LPD: What happens if we trim the margin in designs? Do we gain power savings?
Carlson: There’s incredible waste. If you look at design methodologies for front-end design teams, there was a 5% margin. Now it’s typical to see 20% to 25% margin. One company we’re working with is going to use a 50% timing margin on the design for a battery-operated application. You start to explain what the impact will be on the overall logic architecture and the response you get is, ‘I hadn’t thought of that.’ You need to look at timing and power together. That’s where the real increases in margin occur.
Subramaniam: Margin is an issue, but it’s even more than that. Today we’re overdesigning chips because we are designing for the worst-case scenario that may never occur. So how do we take advantage of the process itself? You need to monitor the chip and lower your voltage accordingly. You’ve designed the chip for the slow corner, but you know that in normal conditions the chip is going to work much faster.

LPD: We’ve been adding cores and power domains on a regular basis. Now we’ve got a bunch of this stuff. How do you manage all these pieces?
Allen: You need to start at the architectural level. You can’t retrofit designs on the chip. There are a small number of power architects who can do this. They understand what the tradeoffs are, and from an EDA perspective you have to arm them with the right tools.

LPD: How small?
Allen: At ST there might be four. At TI there might be a half dozen. Maybe that’s enough. You don’t need a whole new power architecture for each derivative. You need a power architecture for the first one, and then you may get 30 or 40 derivatives out of that. But can every small company afford to have one of those guys? No. But big companies do have this expertise.
Carlson: There are sources of expertise to bridge the gap.
Allen: With external expertise, there’s a question of how much the design team learns.
Carlson: It depends on how you structure the engagement. If it’s a turnkey operation, they’re not going to learn much. But you can also teach them how to fish.

LPD: Do we ever get to the point where it’s no longer economical to do this stuff?
Subramaniam: You can probably go quite low on voltage for digital logic. We had a customer running digital logic at 600 millivolts.
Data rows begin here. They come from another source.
/// Measure and record one file on a worker thread. Returns what to log.
fn process(shared: &Shared, path: &Path) -> Option<String> {
    let (obs, mtime) = observe(path)?;
    let identity = Identity {
        path: path.to_string_lossy().into_owned(),
        size: obs.size,
        mtime_ns: obs.mtime_ns,
    };
    let mtime_unix = mtime
        .duration_since(UNIX_EPOCH)
        .map_or(0.0, |d| d.as_secs_f64());
    let record = shared
        .reader
        .record(path, identity, mtime_unix, &shared.options);
    let line = match (&record.status, &record.metrics) {
        (FrameStatus::Ok, Some(m)) => format!(
            "{} ok stars={} fwhm_px={} ecc={} bkg={:.1} noise={:.2}",
            path.display(),
            m.star_count,
            m.fwhm_px.map_or("-".into(), |v| format!("{v:.2}")),
            m.eccentricity.map_or("-".into(), |v| format!("{v:.2}")),
            m.background_adu,
            m.noise_adu
        ),
        (FrameStatus::Skipped, _) => format!(
            "{} skipped: {}",
            path.display(),
            record.error.as_deref().unwrap_or("")
        ),
        _ => format!(
            "{} error: {}",
            path.display(),
            record.error.as_deref().unwrap_or("")
        ),
    };
    let mut store = shared.store.lock().unwrap_or_else(|p| p.into_inner());
    match store.record_returning_id(&record, unix_now()) {
        Ok(Some(id)) => {
            let verdict = judge_in_store(&store, &record, id, &shared.judging);
            let mut moved = String::new();
            if shared.config.actions.move_rejected
                && verdict
                    .as_ref()
                    .is_ok_and(|v| v.as_deref().is_some_and(|v| v.starts_with("reject")))
            {
                let folder = path
                    .parent()
                    .unwrap_or(Path::new("."))
                    .join(&shared.config.actions.rejected_folder);
                match move_file(path, &folder) {
                    Ok(dest) => {
                        let _ = store.set_path(id, &dest.to_string_lossy());
                        moved = format!(" moved to {}", dest.display());
                    }
                    Err(e) => moved = format!(" (not moved: {e})"),
                }
            }
            if let (Some(night), true) = (
                record.night.as_deref(),
                verdict.as_ref().is_ok_and(|v| v.is_some()),
            ) {
                let verdicts = store
                    .group_verdicts(night, record.target.as_deref(), record.filter.as_deref())
                    .unwrap_or_default();
                if let Some(msg) = alerts::reject_streak(&shared.config.alerts.limits(), &verdicts)
                {
                    if let Some(line) =
                        raise_alert(&store, &shared.config, night, "reject_streak", &msg)
                    {
                        tracing::warn!("{line}");
                    }
                }
            }
            Some(match verdict {
                Ok(Some(v)) => format!("{line} verdict={v}{moved}"),
                Ok(None) => line,
                Err(e) => format!("{line} (verdict not recorded: {e})"),
            })
        }
        Ok(None) => None,
        Err(e) => Some(format!("{}: not recorded: {e}", path.display())),
    }
}
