#[cfg(test)]
mod tests {
    use super::*;

    fn record(path: &str, size: u64) -> FrameRecord {
        FrameRecord {
            identity: Identity {
                path: path.into(),
                size,
                mtime_ns: 7,
            },
            status: FrameStatus::Ok,
            error: None,
            night: Some("2026-03-14".into()),
            target: Some("Kestrel Field A".into()),
            filter: Some("L".into()),
            time_unix: Some(1.0),
            header: None,
            metrics: None,
            stars: Vec::new(),
            rejected: Vec::new(),
            wcs: None,
        }
    }

    #[test]
    fn a_frame_is_recorded_once_and_a_replaced_file_again() {
        let dir = tempfile::tempdir().unwrap();
        let mut s = Store::open(&dir.path().join("s.db")).unwrap();
        assert!(s.record(&record("/a.fits", 10), 1.0).unwrap());
        assert!(!s.record(&record("/a.fits", 10), 2.0).unwrap());
        assert!(s.record(&record("/a.fits", 11), 3.0).unwrap());
        assert_eq!(s.night_counts("2026-03-14").unwrap().frames, 2);
        // Reopening migrates nothing and keeps the rows.
        drop(s);
        let s = Store::open(&dir.path().join("s.db")).unwrap();
        assert_eq!(s.identities().unwrap().len(), 2);
    }
}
They could afford to do that because the chip runs at a very low frequency. If you’re willing to go with low performance, you can go to very low voltage on digital logic.
Allen: We’re not quite at the end of this road. Another thing to think about is how much charge is in a battery. That’s not really going to change that much. But there is still a lot of potential for architecture at the high end of the spectrum. Those guys can probably learn a lot.
Zarr: Even architectures that scale frequency will find benefit.

LPD: Is there a limit to how far down we want to go down the Moore’s Law roadmap, though?
Subramaniam: There is definitely a tradeoff. Only those with high-volume products will be willing to go to the next step.
Zarr: You never know until the next materials come out. They’re just continuing with strained silicon techniques and SOI.
Subramaniam: There are still a lot of designs done in 0.25 micron and 0.18 micron today. TSMC has not retired a single process since its inception. People will be willing to go back to older nodes if it helps them, but it doesn’t really help with power because they consume more power.
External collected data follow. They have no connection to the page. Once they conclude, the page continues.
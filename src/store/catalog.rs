//! Each target's catalogue of persistent sources per filter and night, against which
//! later nights look for new sources, and other filters' nights for colors.

use rusqlite::params;

use super::{Store, StoreError};

impl Store {
    /// Replace the catalogue of `target` through `filter` for `night`.
    pub fn save_catalog(
        &mut self,
        target: &str,
        filter: &str,
        night: &str,
        limit_mag: f64,
        footprint: &[(f64, f64)],
        sources: &[crate::night::CatalogSource],
    ) -> Result<(), StoreError> {
        let path = self.path.clone();
        let err = |source| StoreError::Sqlite {
            path: path.clone(),
            source,
        };
        let tx = self.conn.transaction().map_err(err)?;
        tx.execute(
            "DELETE FROM catalog WHERE target = ?1 AND filter = ?2 AND night = ?3",
            params![target, filter, night],
        )
        .map_err(err)?;
        tx.execute(
            "INSERT OR REPLACE INTO catalog_nights (target, filter, night, limit_mag, footprint_json) VALUES (?1, ?2, ?3, ?4, ?5)",
            params![target, filter, night, limit_mag, serde_json::to_string(footprint).ok()],
        )
        .map_err(err)?;
        {
            let mut st = tx
                .prepare_cached("INSERT INTO catalog (target, filter, night, ra_deg, dec_deg, mag) VALUES (?1, ?2, ?3, ?4, ?5, ?6)")
                .map_err(err)?;
            for s in sources {
                st.execute(params![target, filter, night, s.ra_deg, s.dec_deg, s.mag])
                    .map_err(err)?;
            }
        }
        tx.commit().map_err(err)
    }

    /// Catalogues of `target` through `filter` from nights before `night`, newest first
    /// (with those recorded before catalogues named their filter).
    pub fn earlier_catalogs(
        &self,
        target: &str,
        filter: &str,
        night: &str,
    ) -> Result<Vec<crate::night::EarlierNight>, StoreError> {
        Ok(self
            .catalogs_before(target, night)?
            .into_iter()
            .filter(|(f, _)| f == filter || f.is_empty())
            .map(|(_, n)| n)
            .collect())
    }

    /// Every filter's catalogues of `target` from nights before `night`, newest first,
    /// each with its filter ('' where it was not recorded).
    pub fn catalogs_before(
        &self,
        target: &str,
        night: &str,
    ) -> Result<Vec<(String, crate::night::EarlierNight)>, StoreError> {
        let mut st = self
            .conn
            .prepare(
                "SELECT filter, night, limit_mag, footprint_json FROM catalog_nights
                 WHERE target = ?1 AND night < ?2 ORDER BY night DESC, filter",
            )
            .map_err(|e| self.err(e))?;
        let nights: Vec<(String, String, f64, Option<String>)> = st
            .query_map(params![target, night], |r| {
                Ok((r.get(0)?, r.get(1)?, r.get(2)?, r.get(3)?))
            })
            .map_err(|e| self.err(e))?
            .collect::<Result<_, _>>()
            .map_err(|e| self.err(e))?;
        let mut out = Vec::new();
        for (filter, n, limit_mag, footprint) in nights {
            let footprint: Vec<(f64, f64)> = footprint
                .and_then(|f| serde_json::from_str(&f).ok())
                .unwrap_or_default();
            let mut q = self
                .conn
                .prepare_cached(
                    "SELECT ra_deg, dec_deg, mag FROM catalog
                     WHERE target = ?1 AND filter = ?2 AND night = ?3",
                )
                .map_err(|e| self.err(e))?;
            let sources = q
                .query_map(params![target, filter, n], |r| {
                    Ok(crate::night::CatalogSource {
                        ra_deg: r.get(0)?,
                        dec_deg: r.get(1)?,
                        mag: r.get(2)?,
                    })
                })
                .map_err(|e| self.err(e))?
                .collect::<Result<_, _>>()
                .map_err(|e| self.err(e))?;
            out.push((
                filter,
                crate::night::EarlierNight {
                    night: n,
                    sources,
                    limit_mag,
                    footprint,
                },
            ));
        }
        Ok(out)
    }
}
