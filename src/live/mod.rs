//! The live status page as data and HTML: what the daemon serves on `[web] listen`.
//! `LiveView` is the night so far (per group counts and usable time, every frame with
//! its verdict and reasons, the latest frame, anomalies, alerts, the sky now, the
//! daemon's health); it is the JSON view for scripts as it stands, and `html` renders
//! the page from it. It tells a viewer what a viewer needs: file names, not where they
//! are on the PC; whether the daemon is running, not its process; low disk space as a
//! warning, not which disk holds how much. Every time it shows names its clock: the
//! frame's own (DATE-OBS) or this PC's, which part when frames are replayed. The page is
//! written with maud's templates, which escape every value: a value from a file or a
//! header cannot become markup. The page loads its own script and
//! style sheet (no inline code, so a strict Content-Security-Policy holds) and fetches
//! its own content again when the view's version changes. Pure.

use std::collections::BTreeMap;

use maud::{html, Markup, PreEscaped, DOCTYPE};
use serde::Serialize;

/// The night so far, as the page and the JSON view show it.
#[derive(Debug, Clone, Default, Serialize)]
pub struct LiveView {
    /// Changes whenever anything shown changes; the page polls it.
    pub version: u64,
    pub night: Option<String>,
    /// How the night was chosen, in words.
    pub night_placed_by: String,
    pub now_unix: f64,
    /// The site's time zone; every clock time on the page is on it.
    pub timezone: String,
    pub groups: Vec<LiveGroup>,
    /// Every frame of the night, newest first.
    pub frames: Vec<LiveFrame>,
    pub latest: Option<LatestFrame>,
    pub alerts: Vec<LiveAlert>,
    /// What the night analysis found so far, most interesting first.
    pub anomalies: Vec<LiveAnomaly>,
    /// Hot pixels and cosmic-ray hits found, counted rather than listed.
    pub hot_pixels: usize,
    pub cosmic_rays: usize,
    /// When the anomalies and plots were computed, if they were.
    pub analysed_unix: Option<f64>,
    pub plots: Vec<LivePlot>,
    pub sky: Option<SkyNow>,
    pub health: Health,
    /// Every rig with frames tonight, where several share the store (empty otherwise).
    pub rigs: Vec<LiveRig>,
    /// How far the latest frame's time (its DATE-OBS plus its exposure) is behind this
    /// PC's clock when the last frame was recorded: a minute or so while frames come
    /// from the camera, hours or days when they are replayed or copied in (negative:
    /// the frame's clock is ahead).
    pub frame_time_behind_s: Option<f64>,
    /// Which clock each time of this view is on.
    pub clocks: Clocks,
}
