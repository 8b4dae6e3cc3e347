//! One daemon per store: the daemon's claim is an exclusive lock on `<store>.lock`.

use std::path::{Path, PathBuf};

use super::StoreError;

/// A daemon's claim on its store: an exclusive lock (`os::try_lock`) on `<store>.lock`, which
/// holds the daemon's process id. The kernel releases it when the process ends, however
/// it ends, so a killed daemon never leaves a stale claim behind.
pub struct DaemonLock {
    _file: std::fs::File,
}

fn lock_path(store: &Path) -> PathBuf {
    let mut name = store.as_os_str().to_owned();
    name.push(".lock");
    PathBuf::from(name)
}

/// Claim `store` for this daemon; refused while another daemon holds it.
pub fn claim(store: &Path) -> Result<DaemonLock, StoreError> {
    use std::io::{Seek, Write};
    let lock = lock_path(store);
    let fail = |source| StoreError::Lock {
        path: store.to_path_buf(),
        lock: lock.clone(),
        source,
    };
    let mut file = std::fs::OpenOptions::new()
        .read(true)
        .write(true)
        .create(true)
        .truncate(false)
        .open(&lock)
        .map_err(fail)?;
    if !crate::os::try_lock(&file, true).map_err(fail)? {
        let pid = std::fs::read_to_string(&lock).unwrap_or_default();
        return Err(StoreError::InUse {
            path: store.to_path_buf(),
            pid: pid.trim().to_string(),
        });
    }
    file.set_len(0).map_err(fail)?;
    file.rewind().map_err(fail)?;
    writeln!(file, "{}", std::process::id()).map_err(fail)?;
    Ok(DaemonLock { _file: file })
}

/// The process id of the daemon that holds `store` now, if one does.
pub fn daemon_pid(store: &Path) -> Option<u32> {
    let lock = lock_path(store);
    let file = std::fs::File::open(&lock).ok()?;
    match crate::os::try_lock(&file, false) {
        // Nobody holds it (the lock goes when this file closes).
        Ok(true) => None,
        Ok(false) => std::fs::read_to_string(&lock).ok()?.trim().parse().ok(),
        Err(_) => None,
    }
}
LPD: How do more restrictive design rules affect all of this?
Carlson: That will drive a renaissance in architecture. The process guys will quit solving the problem for you, and you have to be more clever about everything. You can’t just say you’re going to use the next-generation LP process and think you won’t have a problem with it.
Allen: There have been a number of times where the design guys said, ‘Leakage is going to kill us,’ and the process guys said, ‘Don’t worry about it.’ Then it scales to the next generation and it’s something else. The process guys may save us, but they won’t be able to save us forever.
Zarr: Somewhere along the line we’ll have to change materials, whether it’s carbon or something else. Everyone’s trying to avoid making that kind of investment.